"""End-to-end tests of `tem section` and `tem export` on a synthetic profile, and of
the models file, CSV, LAS and SEG-Y writers.

Sources of the checks:
* LAS 2.0: Canadian Well Logging Society, "LAS Version 2.0: a digital standard for
  logging data" (1992, from memory): ~Well mnemonics STRT STOP STEP NULL WELL;
  the file is reread with lasio, an independent reader.
* SEG-Y rev 1: SEG Technical Standards Committee, "SEG Y rev 1 Data Exchange
  format" (2002, from memory): format code 5 = IEEE float (bytes 3225-3226),
  revision 0x0100 (3501-3502), coordinate scalar at trace bytes 71-72 (negative
  divides, positive multiplies), CDP X/Y at 181-188. Reread with segyio.
* Two-way time: t(z) = 2 sum h_i / v_i for vertical rays through interval
  velocities (closed form, hand computation).
* The expected models are the fixture's layers, looked up by an independent loop.
"""
from __future__ import annotations

import csv

import numpy as np
import pytest

from profile_fixture import DOI, N_LAYERS, X, Y, Z, LinkCollector, synthetic_models
from profile_fixture import layer_lookup as _lookup
from tem.cli import main
from tem.errors import TemInputError
from tem.io.models import CSV_COLUMNS, read_models, write_models
from tem.export.segy import apply_scalar, coordinate_scalar, read_velocity_table

H1, V1, V2 = 150.0, 2000.0, 3000.0  # two-layer velocity model of the TWT test


@pytest.fixture(scope="module")
def profile(tmp_path_factory):
    """Run section, export and report once on the synthetic profile (two projects)."""
    root = tmp_path_factory.mktemp("profile")
    models_path = write_models(synthetic_models(), root / "in" / "models.nc")
    vel = root / "vel.csv"
    vel.write_text(f"# two-layer test model\ndepth_m,vp_m_per_s\n0,{V1}\n{H1},{V2}\n")
    p1, p2 = root / "p1", root / "p2"
    for p in (p1, p2):
        (p / "models").mkdir(parents=True)
        (p / "models" / "models.nc").write_bytes(models_path.read_bytes())
    assert main(["section", str(p1 / "models"), "--out", str(p1), "--depth-step", "2.5",
                 "--max-depth", "450", "--below-doi", "hide", "--no-progress"]) == 0
    assert main(["export", str(p1), "--out", str(p1), "--velocity", str(vel), "--las-step", "2",
                 "--dt-ms", "4", "--no-progress"]) == 0
    assert main(["report", str(p1), "--out", str(p1)]) == 0
    assert main(["section", str(p2 / "models" / "models.nc"), "--out", str(p2), "--trace-spacing",
                 "100", "--depth-step", "10", "--no-figures", "--no-progress"]) == 0
    assert main(["export", str(p2), "--out", str(p2), "--what", "segy-depth", "--segy-below-doi",
                 "keep", "--segy-value", "log10", "--no-progress"]) == 0
    return root, read_models(models_path)


def test_las_reread_equals_models(profile):
    import lasio

    root, m = profile
    files = sorted((root / "p1" / "exports" / "las").glob("*.las"))
    assert [f.stem for f in files] == list(m.station.values)
    for i, f in enumerate(files):
        las = lasio.read(f)
        assert las.version["VERS"].value == 2.0 and las.version["WRAP"].value == "NO"
        assert las.well["WELL"].value == m.station.values[i]
        assert las.well["NULL"].value == -999.25
        assert las.params["XCOORD"].value == pytest.approx(X[i])
        assert las.params["YCOORD"].value == pytest.approx(Y[i])
        assert las.params["EGL"].value == pytest.approx(Z[i])
        assert las.params["CRS"].value == "EPSG:32735"
        depth = las["DEPT"]
        np.testing.assert_allclose(np.diff(depth), 2.0)
        assert las.well["STEP"].value == 2.0 and depth[0] == 0.0
        assert depth[-1] == pytest.approx(np.floor(1.25 * DOI[i] / 2) * 2)
        top, res, std = m.depth_top.values[i], m.resistivity.values[i], m.log10_res_std.values[i]
        want_r = [_lookup(top, res, z) for z in depth]
        want_s = [_lookup(top, std, z) for z in depth]
        # %.6g text: 6 significant digits.
        np.testing.assert_allclose(las["RES"], want_r, rtol=5e-6)
        np.testing.assert_allclose(las["RSTD"], want_s, rtol=5e-6)
        np.testing.assert_array_equal(las["BDOI"], (depth > DOI[i]).astype(float))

---

## [Required action]
Could you restate, word for word, the lines above from the one with "velocities (closed form, hand computation)." to the one with "Z, LinkCollector, synthetic_models", both included?

## [Solution for this exercise]
  velocities (closed form, hand computation).
* The expected models are the fixture's layers, looked up by an independent loop.
"""
from __future__ import annotations

import csv

import numpy as np
import pytest

from profile_fixture import DOI, N_LAYERS, X, Y, Z, LinkCollector, synthetic_models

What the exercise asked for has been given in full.